こんにちは、京都の若ハゲ税理士ジンノです。

中小企業の社長さんから決算書を見せていただく機会は税理士だとよくではないですが機会としてはあります。

そんなときに目につく項目が役員貸付金、役員借入金という勘定科目です。決算書に役員貸付金、役員借入金とはそもそもどういうものか、なぜ計上されているのか、解消することができるのか対策を整理してみます。

 

目次

役員貸付金、役員借入金とは

会社から見てということになりますので会社側の視点にたちます。

 

会社から見て役員貸付金ということは役員に対して貸し付けているということです。

反対に会社から見て役員借入金ということは役員から会社に対して借入をしているということを意味します。

 

こう書くと「私は会社から金を借りていないのに役員貸付金が計上されている!」とおっしゃる経営者の方がいらっしゃいます。

 

確かに会社から直接おカネを融通してもらうことも貸付金になりますが、会社のおカネを役員がプライベートのことに使うとどうでしょうか。

 

会社の立場に立つと事業に関係のない支出をしているわけです、役員絡みで。

 

おカネが出ていっていることについて内容説明をする必要が会社側の帳簿にはありますので、役員に事業用の資金を貸し付けたという処理になってしまいます。

 

例えば社長が会社の事業用経費決済のクレジットカードでプライベートのジムの費用を支出している場合はどうでしょうか。

 

会社から見ると経費ではないものについての支出なので役員貸付金という処理をすることがあります。
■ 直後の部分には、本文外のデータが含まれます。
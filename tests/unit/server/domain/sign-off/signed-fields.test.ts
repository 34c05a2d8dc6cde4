import { describe, expect, it } from 'vitest'
import { signedFieldsInWords } from '../../../../../server/domain/sign-off/signed-record'

describe('signedFieldsInWords', () => {
  it('names the signed fields a change touches in words, with the verb that fits', () => {
    expect(signedFieldsInWords(['name'])).toBe('its name is')
    expect(signedFieldsInWords(['shape', 'dimensions', 'volumeLitres'])).toBe('its shape, dimensions and volume (L) are')
    expect(signedFieldsInWords(['clientId', 'cycleMethod'])).toBe('its client and cycle method are')
  })
})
場合によっては仮払金として処理をしているケースもありますが中身は同じです。

 

役員借入金はというと本来会社が負担すべき費用を役員が立て替えている場合にはこの勘定科目で計上をします。

 

上記と反対で考えると役員個人のクレジットカードで会社の経費を立て替えた場合や、役員が財布から現金で会社の経費を支払った場合などです。

 

どちらも会社からすると役員とのやり取りであることに代わりはないのですが、できれば解消をしていきたい部分になります。

 

というのも役員貸付金は会社のおカネを役員が流用していることを意味しますので金融機関から融資を受ける場合にはマイナス要素となります。

(銀行から見ると貸したお金が役員のプライベートに流れているのでは?と疑いたくなるからです)

 

また会社は利益を追求することが目的になっていますので役員貸付金には利息を設定し徴収することが求められます。

 

長年にわたり役員貸付金が存在していると未収の貸付利息が膨らんでいき会社からするとその分もらってもいないのに利益が増える、なんてことも想定されます。

 

役員借入金を解消したい理由は相続税の課税対象財産になるからです。

役員個人からみると会社におカネを貸している、立て替えている状態ですから返してもらえる財産となります。

 

返してもらえるかどうかは会社の状況にもよりますが相続税が課税される対象にはなりますので相続税額が増えます。

 

解消する方法と対策

これらの役員貸付金、役員借入金は発生させないのがまずもって大事な点です。

 

記帳代行を税理士事務所に依頼している企業は特に多くなる傾向があるのが役員貸付金です。

 

というのも税理士側の帳簿付けにおいてレシートや領収書、クレジットカードの明細を見て役員のプライベートだと判断すると経費ではなく役員貸付金として処理されるケースが多いからです。

 

役員貸付金として計上されているものがないか確認をして役員から会社におカネを戻す、またプライベートと思われるレシートや領収書などの資金使途については役員に確認をしてもらうように依頼しておきましょう。

税理士とのコミュニケーションが大切です。

 

既に多額に計上されている場合には役員報酬から天引きするなど時間をかけて解消する何かしらの処理が必要です。

 

役員借入金も同様に解消の手立てが必要です。特に役員借入金が計上されている役員が高齢の場合には早めに動くことが重要です。

 

会社からおカネを出せる範囲なのであれば会社から返してもらうこともひとつ選択肢になります。

 

また債権の贈与なども検討したほうがよいですが役員個人の資産状況(相続税シミュレーションなども含めて)をトータルに確認していくことが大切です。

 

役員借入金を資本金に組み入れるDES(デッド・エクイティ・スワップという債務の株式化)や役員個人からの債権放棄なども方法としてはありますが、私の方針としてはなるべくシンプルにやっていくことをまずはおすすめしています。

 

役員借入金の解消も税理士とのコミュニケーションがとても大切です。

 

まとめ

役員借入金や役員貸付金は実際におカネが動いていなくても計上されることがあり、決算書をみて驚く社長さんもいらっしゃいます。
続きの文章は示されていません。